Clark Berger gets almost misty-eyed as he reviews his first foray into the bullion market last August, after he had lost confidence in the banking system.
I love gold, said the 48-year-old flamenco guitarist outside a cafe near his West Hampstead home, recalling a series of decisions that led him to invest thousands buying gold through an online platform. It's beautiful, isn't it?
A former antiques dealer, Berger was at the fore of what has emerged as a sizeable herd of private investors worldwide buying gold in various forms. In eight months he estimates his original 39,400 pound ($60,300) investment has risen to more than 52,500 pounds -- a return of nearly 35 percent.
If I'd put it in the stock market, I could have lost the lot. If I'd put it in a bank, it could have gone bankrupt. If I'd stuck it under my mattress, I could have been robbed and had nothing left, he said.
But with gold prices having already surged so far, financial professionals aren't sure continued gains are feasible.
Spot gold prices jumped 14 percent in the week after Lehman Brothers filed for bankruptcy protection last September, and tumbling stocks and fears over the stability of the financial sector fuelled a sharp run to an 11-month peak above $1,000 an ounce in February.
Gold is currently trading just above $900 an ounce -- well below its recent highs, but still historically strong.
You have to be a bit careful with gold, because the price is pretty high, said Jason Walker, senior manager with financial advisory firm AWD Chase de Vere.
Worries about bank stability and volatility in other assets have driven more small investors into gold but its popularity is also due to the simplicity with which bullion can now be bought and sold, he said.
People can buy coins and bars in person, over the phone, online through sites such as BullionVault.com which Berger used, or through the post from companies like ATS Bullion, Baird & Co and Gold & Silver Investments.
Professional investors have switched to gold in the form of futures, bullion bars, and, increasingly, bullion-backed exchange-traded funds.
Walker says that while clients' interest in gold jumped as the financial downturn bit, headlines suggesting the downturn may be slowing make heavy investment in bullion at this stage more risky, especially as other assets, from equities to property, are relatively cheap.
But if gold may be threatened by revived appetites for nominally riskier assets like stocks and shares, support may come from another source -- inflation.
Analysts say fears are now rising that the quantitative easing measures put in place by authorities around the world, as well as record-low interest rates in countries including the United States, could cause a spike in inflation if a recovery gets underway.
Gold has historically been judged a good hedge against rising inflation, as it tends to hold its value at a time when paper money becomes devalued.

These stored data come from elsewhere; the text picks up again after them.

"""Manual edits: immutable, reasoned decisions on stations, each ledgered on its own.

An edit names one *occupation* of a station (one deployment of a node there) by its delivered
point index (``index``; :mod:`archive.survey.occupations`), chosen with ``index`` and/or
``node``. A station occupied more than once must be given one of them: an edit never lands on
more than one occupation. A station never deployed is named by its preplot index.

Kinds (payloads in :mod:`archive.store.edit_log`): ``set-position`` (from a check point,
the preplot or given coordinates), ``set-height``, ``exclude-span`` (a time span of a node's
fixes left out at the next solve), ``reject-station`` (not delivered), ``ack-flag`` (a review
flag accepted by a person) and ``undo`` (takes an edit out of force).

Superseding: a new ``set-position``, ``set-height`` or ``reject-station`` for a station
supersedes the edit of the same kind in force for that station, and a new ``ack-flag`` the
one in force for the same station and flag. ``exclude-span`` edits add up (a station may
have several bad spans); take one out with ``undo``. An undo returns the station to what
the solver gives (it does not bring back an edit the undone one had replaced).
"""

from __future__ import annotations

import json
from datetime import UTC, datetime
from typing import Any

import pyarrow as pa
import pyarrow.compute as pc
from sqlalchemy import select

from archive.errors import UsageError
from archive.solve.schema import FLAGS
from archive.store.archive import Archive
from archive.store.edit_log import edits_in_force
from archive.store.hashing import canonical_hash, canonical_json
from archive.store.ledger import row_digest
from archive.store.models import Edit, utcnow

SOURCES = ("control", "preplot", "given")
AUTO_SUPERSEDE = ("set-position", "set-height", "reject-station", "ack-flag")


def _station_text(line: float, point: float, index: int) -> str:
    def n(v: float) -> str:
        return str(int(v)) if float(v).is_integer() else f"{v:g}"

    return f"{n(line)}/{n(point)}" + (f" index {index}" if index != 1 else "")


def _match(table: pa.Table, line: float, point: float, index: int) -> pa.Table:
    mask = pc.and_(pc.and_(pc.equal(table["line"], line), pc.equal(table["point"], point)),
                   pc.equal(table["index"], index))
    return table.filter(mask)


def _stations(arc: Archive, survey_id: int) -> tuple[Any, pa.Table]:
    from archive.survey.inputs import current_input

    found = current_input(arc, survey_id, "stations")
    if found is None or found[1] is None:
        raise UsageError("the survey has no stations (preplot) loaded, so no station can be "
                         "edited", hint="load them with 'nodekeep load stations FILE'")
    return found


def station_row(arc: Archive, survey_id: int, line: float, point: float,
                index: int = 1) -> dict[str, Any]:
    """The preplot row of a station, or UsageError naming the station and stations version."""
    version, table = _stations(arc, survey_id)
    rows = _match(table, line, point, index).to_pylist()
    if not rows:
        raise UsageError(
            f"unknown station {_station_text(line, point, index)}: not in the preplot "
            f"(stations version {version.version}, {version.original_name})",
            hint="check the line and point numbers (and --index), or load a corrected preplot")
    return rows[0] | {"stations_version": version.version, "stations_hash": version.table_hash}


def _control_row(arc: Archive, survey_id: int, line: float, point: float,
                 index: int) -> dict[str, Any]:
    from archive.survey.inputs import current_input

    found = current_input(arc, survey_id, "control")
    if found is None or found[1] is None:
        raise UsageError("the survey has no check points loaded",
                         hint="load them with 'nodekeep load control FILE', or use another "
                              "--from source")
    version, table = found
    rows = _match(table, line, point, index).to_pylist()
    if not rows:
        raise UsageError(f"no check point at station {_station_text(line, point, index)} "
                         f"(control version {version.version})",
                         hint="use --from preplot or --from given with coordinates")
    row = rows[-1]  # surveyed again: the last record of the file
    return row | {"control_version": version.version, "control_hash": version.table_hash}


def _target(arc: Archive, survey_id: int, line: float, point: float, index: int | None,
            node: str | None, what: str) -> tuple[int, int, dict[str, Any] | None]:
    """(delivered point index, preplot station index, occupation) an edit addresses.

    The occupation comes from the current deployment log: ``index`` (its delivered point
    index) and/or ``node`` choose it; a station occupied more than once with neither given is
    refused with the list of its occupations. A station never deployed is addressed by its
    preplot index (``index``, default 1). The preplot station must exist.
    """
    from archive.survey.occupations import current_occupations, pick_one

    _, occs = current_occupations(arc, survey_id, line, point)
    occ = pick_one(occs, line, point, index, node, what=what)
    if occ is None:
        idx = 1 if index is None else int(index)
        station_row(arc, survey_id, line, point, idx)
        return idx, idx, None
    station_row(arc, survey_id, line, point, occ["station_index"])
    return int(occ["index"]), int(occ["station_index"]), occ


def _occupation_payload(occ: dict[str, Any] | None) -> dict[str, Any]:
    """What an edit records of the occupation it names (node and logged window)."""
    if occ is None:
        return {}
    return {"occupation": {"node": occ["node"], "deployed": occ["deployed"].isoformat(),
                           "retrieved": occ["retrieved"].isoformat() if occ["retrieved"]
                           else None}}


def _require_reason(reason: str | None) -> str:
    text = (reason or "").strip()
    if not text:
        raise UsageError("an edit needs a reason", hint="say why with --reason TEXT")
    return text


def _finite(value: Any, what: str) -> float:
    try:
        v = float(value)
    except (TypeError, ValueError):
        raise UsageError(f"{what} must be a number, got {value!r}") from None
    if v != v or v in (float("inf"), float("-inf")):
        raise UsageError(f"{what} must be a finite number")
    return v


def _utc(value: str | datetime, what: str) -> datetime:
    if isinstance(value, datetime):
        dt = value
    else:
        try:
            dt = datetime.fromisoformat(str(value).strip().replace("Z", "+00:00"))
        except ValueError:
            raise UsageError(f"{what} {value!r} is not an ISO 8601 time",
                             hint="write it like 2024-03-14T05:00:00Z") from None
    if dt.tzinfo is None:
        raise UsageError(f"{what} {value!r} has no time zone", hint="add Z for UTC")
    return dt.astimezone(UTC)


def _create(arc: Archive, survey_id: int, kind: str, line: float, point: float, index: int,
            payload: dict[str, Any], reason: str, *, supersedes: int | None = None) -> Edit:
    """Insert one edit, superseding what it replaces, with its ledger event."""
    with arc.transaction() as tx:
        if supersedes is None and kind in AUTO_SUPERSEDE:
            for live in edits_in_force(tx, survey_id, kinds=(kind,)):
                same = (live.line, live.point, live.point_index) == (line, point, index)
                if same and (kind != "ack-flag"
                             or json.loads(live.payload).get("flag") == payload.get("flag")):
                    supersedes = live.id
        edit = Edit(survey_id=survey_id, kind=kind, line=float(line), point=float(point),
                    point_index=int(index), payload=canonical_json(payload).decode("utf-8"),
                    reason=reason, supersedes=supersedes, created_at=utcnow(),
                    created_by=arc.actor)
        tx.add(edit)
        tx.flush()
        arc.log(tx, f"edit.{kind}",
                {"edit": edit.id, "kind": kind, "station": [edit.line, edit.point, index],
                 "payload": payload, "reason": reason, "supersedes": supersedes},
                survey_id=survey_id, rows=[edit])
    return edit
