"""Concurrent writers keep one unbroken ledger chain."""

from __future__ import annotations

import multiprocessing as mp

from sqlalchemy import func, select

from archive.store.archive import Archive
from archive.store.models import LedgerEvent
from archive.store.verify import verify_archive


def _writer(root: str, n: int, tag: int) -> None:
    arc = Archive.open(root, actor=f"writer-{tag}")
    try:
        for i in range(n):
            h, size = arc.objects.put_bytes(f"{tag}-{i}".encode())
            with arc.transaction() as tx:
                arc.register_object(tx, h, size, "test")
                arc.log(tx, "test.write", {"h": h})
    finally:
        arc.close()


def test_four_processes_append_without_forking(any_arc: Archive):
    ctx = mp.get_context("spawn")
    procs = [ctx.Process(target=_writer, args=(str(any_arc.root), 10, t)) for t in range(4)]
    for p in procs:
        p.start()
    for p in procs:
        p.join(120)
        assert p.exitcode == 0
    with any_arc.session() as s:
        n = s.scalar(select(func.count()).select_from(LedgerEvent).where(
            LedgerEvent.action == "test.write"))
    assert n == 40
    report = verify_archive(any_arc)
    assert report.ok, report.problems
    assert report.objects_checked == 40
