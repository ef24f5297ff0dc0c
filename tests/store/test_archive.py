"""Archive lifecycle, ledger chain and verify, on SQLite and PostgreSQL."""

from __future__ import annotations

import hashlib
import json
import os

import pytest
from sqlalchemy import select, text

from archive.errors import ArchiveNotFound, SchemaBehind, UsageError
from archive.store.archive import Archive, locate
from archive.store.ledger import GENESIS
from archive.store.models import LedgerEvent, RawFile, StoredObject, Survey, utcnow
from archive.store.verify import verify_archive
from archive.survey.surveys import create_survey


def _store_raw(arc: Archive, survey_id: int, data: bytes, name: str = "N1001.nmea") -> RawFile:
    """Store one raw object with a catalog row referencing it, the custody way."""
    h, size = arc.objects.put_bytes(data)
    with arc.transaction() as tx:
        arc.register_object(tx, h, size, "raw")
        row = RawFile(
            survey_id=survey_id, object_hash=h, original_name=name, node="N1001", format="nmea",
            size=size, received_at=utcnow(), received_by=arc.actor, parser="test", n_lines=1,
            n_accepted=1, n_rejected=0, n_ignored=0, n_fixes=1, n_valid=1, details="{}",
        )
        tx.add(row)
        arc.log(tx, "load.fixes", {"raw": h}, survey_id=survey_id, rows=[row])
    return row


def test_init_open_and_chain(any_survey_arc: Archive):
    arc = any_survey_arc
    with arc.session() as s:
        sid = s.scalars(select(Survey.id)).one()
    _store_raw(arc, sid, b"$GPGGA,1*00\r\n")
    reopened = Archive.open(arc.root)
    try:
        with reopened.session() as s:
            events = list(s.scalars(select(LedgerEvent).order_by(LedgerEvent.seq)))
        assert [e.action for e in events] == ["archive.init", "survey.create", "load.fixes"]
        prev = GENESIS
        for e in events:
            assert e.prev_hash == prev and e.scheme == 2
            # who the server saw beside the declared actor: the login of the catalog URL on
            # PostgreSQL, nothing on SQLite (no server, no login)
            assert e.db_user == (arc.engine.url.username
                                 if arc.engine.dialect.name == "postgresql" else None)
            # the scheme-2 hash written out with the standard library: SHA-256 (FIPS 180-4,
            # hashlib) of sorted, compact UTF-8 JSON over the fields and the payload's SHA-256
            digest = hashlib.sha256(e.payload.encode("utf-8")).hexdigest()
            assert e.payload_digest == digest
            fields = {"scheme": 2, "seq": e.seq, "at": e.at.isoformat(), "actor": e.actor,
                      "db_user": e.db_user, "action": e.action, "survey": e.survey_id,
                      "payload_sha256": digest, "prev": e.prev_hash}
            text = json.dumps(fields, sort_keys=True, separators=(",", ":"), ensure_ascii=False)
            assert e.hash == hashlib.sha256(text.encode("utf-8")).hexdigest()
            prev = e.hash
        report = verify_archive(reopened)
        assert report.ok, report.problems
        assert report.objects_checked == 1 and report.events_checked == 3
    finally:
        reopened.close()


def test_failed_transaction_leaves_no_event(any_survey_arc: Archive):
    arc = any_survey_arc
    with pytest.raises(RuntimeError), arc.transaction() as tx:
        arc.log(tx, "test.fail", {})
        raise RuntimeError("boom")
    with arc.session() as s:
        assert "test.fail" not in s.scalars(select(LedgerEvent.action)).all()


def test_verify_names_flipped_byte_edited_payload_deleted_object(any_survey_arc: Archive):
    arc = any_survey_arc
    with arc.session() as s:
        sid = s.scalars(select(Survey.id)).one()
    r1 = _store_raw(arc, sid, b"first log\n", "a.nmea")
    r2 = _store_raw(arc, sid, b"second log\n", "b.nmea")
    # 1. flip one byte of a stored object
    p1 = arc.objects.local_path(r1.object_hash)
    os.chmod(p1, 0o644)
    data = bytearray(p1.read_bytes())
    data[0] ^= 0xFF
    p1.write_bytes(bytes(data))
    # 2. delete another object
    os.chmod(arc.objects.local_path(r2.object_hash), 0o644)
    os.unlink(arc.objects.local_path(r2.object_hash))
    # 3. edit a ledger payload directly in the database
    with arc.engine.connect() as c, c.begin():
        c.execute(text("UPDATE ledger_events SET payload = :p WHERE seq = 2"), {"p": '{"x":1}'})
    report = verify_archive(arc)
    kinds = {(p.kind, p.subject) for p in report.problems}
    assert ("hash-mismatch", f"object {r1.object_hash}") in kinds
    assert ("missing", f"object {r2.object_hash}") in kinds
    assert ("broken-chain", "ledger event 2 (survey.create)") in kinds
    assert not report.ok


def test_verify_names_altered_row_and_reports_dangling_apart(any_survey_arc: Archive):
    arc = any_survey_arc
    with arc.session() as s:
        sid = s.scalars(select(Survey.id)).one()
    row = _store_raw(arc, sid, b"log\n")
    stray, _ = arc.objects.put_bytes(b"written but never referenced (interrupted load)")
    report = verify_archive(arc)
    assert report.ok and report.dangling == [stray]
    with arc.engine.connect() as c, c.begin():
        c.execute(text("UPDATE raw_files SET node = 'N9999' WHERE id = :i"), {"i": row.id})
    report = verify_archive(arc)
    assert [(p.kind, p.subject) for p in report.problems] == [("altered-row", f"raw_files row {row.id}")]


def test_objects_row_without_file_is_missing(any_arc: Archive):
    with any_arc.transaction() as tx:
        tx.add(StoredObject(hash="ab" * 32, size=3, kind="raw", created_at=utcnow()))
    report = verify_archive(any_arc)
    assert [p.kind for p in report.problems] == ["missing"]


def test_survey_validation(any_arc: Archive):
    create_survey(any_arc, "Kestrel Flats 3D", "EPSG:32614")
    with pytest.raises(UsageError, match="already exists"):
        create_survey(any_arc, "Kestrel Flats 3D", "EPSG:32614")
    from archive.errors import CRSProblem

    with pytest.raises(CRSProblem, match="geographic, not a projected CRS"):
        create_survey(any_arc, "Geo", "EPSG:4326")
    with pytest.raises(CRSProblem, match="not a known"):
        create_survey(any_arc, "Nowhere", "EPSG:999999")
    with any_arc.session() as s:
        assert any_arc.survey(s).name == "Kestrel Flats 3D"


def test_locate_walks_up_and_env(tmp_path, monkeypatch, arc):
    deep = arc.root / "a" / "b"
    deep.mkdir(parents=True)
    monkeypatch.delenv("NODEKEEP_ARCHIVE", raising=False)
    monkeypatch.chdir(deep)
    assert locate() == arc.root
    monkeypatch.chdir(tmp_path)
    monkeypatch.setenv("NODEKEEP_ARCHIVE", str(arc.root))
    assert locate() == arc.root
    monkeypatch.setenv("NODEKEEP_ARCHIVE", str(tmp_path / "nope"))
    with pytest.raises(ArchiveNotFound, match="NODEKEEP_ARCHIVE"):
        locate()


def test_schema_behind_says_upgrade(arc):
    with arc.engine.connect() as c, c.begin():
        c.execute(text("UPDATE alembic_version SET version_num = 'old0'"))
    with pytest.raises(Exception) as exc:
        Archive.open(arc.root)
    # an unknown revision is "ahead"; a missing one is "behind"
    assert "nodekeep" in str(exc.value)
    with arc.engine.connect() as c, c.begin():
        c.execute(text("DELETE FROM alembic_version"))
    with pytest.raises(SchemaBehind, match="nodekeep upgrade"):
        Archive.open(arc.root)


def test_verify_names_a_deleted_row(any_survey_arc: Archive):
    arc = any_survey_arc
    with arc.session() as s:
        sid = s.scalars(select(Survey.id)).one()
    row = _store_raw(arc, sid, b"a log that someone later removes from the catalog\n")
    with arc.engine.connect() as c, c.begin():
        c.execute(text("DELETE FROM raw_files WHERE id = :i"), {"i": row.id})
    report = verify_archive(arc)
    assert [(p.kind, p.subject) for p in report.problems] == [
        ("deleted-row", f"raw_files row {row.id}")]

If expectations that the economy is beginning to recover take root, we may see a shift in the forces driving gold trading away from safe-haven buying and towards inflationary expectations, said James Steel, a precious metals analyst at HSBC, in a note to clients.
Only when central banks turn hawkish would the bears win the ground on gold, in his view: Gold prices are unlikely to substantially retreat until investors are assured that the Federal Reserve and other central banks will be able and willing to combat inflation, should it increase, once a recovery takes hold.
Dealers in coins and bars say demand, although lower than at the peak of the credit crisis, is holding firm.
We have certainly seen an enormous rise in private individuals purchasing over the last couple of years, most of them looking for some kind of safeguard for their money, said Sandra Conway, chief executive of ATS Bullion, one of Britain's largest sellers of gold coins and bars.
Client demands range upwards from those seeking half a sovereign as a gift: gold bars range in size from 10 grams to one kilogram. Investment gold is also exempt from value-added tax in Britain, Conway said.
These products do cost more than the value of the gold itself. The smaller or scarcer the item the fatter the premium to spot gold: for ATS' one-ounce Krugerrand coins the premium is currently around 12 percent, up from about 5 percent a year ago. Investors also have to pay insurance and storage costs.
Besides physical gold, products such as exchange traded funds (ETFs) offer exposure to the gold price without having to store the stuff. The Web site Berger used stores his gold and allows him to trade it online.
Gold ETFs issue securities which are traded on a stock exchange, backed by physical bullion that is held by an independent custodian. In theory, if the ETF issuer were to fail, the buyer can still redeem the gold from the custodian.
London-based ETF Securities operates three gold-backed ETFs, the largest of which, Gold Bullion Securities, has holdings of around 4.3 million ounces as of mid-May, according to its Web site.
A small but significant proportion of its investors are from the retail side. A much wider range of investors are getting involved with gold now than ever before, said the company's head of research Nicholas Brooks.
Investors can buy the company's securities in volumes of as little as one share, although transactions must be carried out through a professional broker.
Trading gold can be risky: Berger says a few bad decisions over the months have cost him around 10,000 pounds. But he is not so enamoured of the metal he couldn't see himself selling. He plans to stay in the market until the end of the year, expecting another run higher over the summer before bullion weakens ahead of 2010.
Having done well in gold, he's now considering a move into the currency markets. I really enjoy the game, he said. I like gambling -- with the odds in my favour.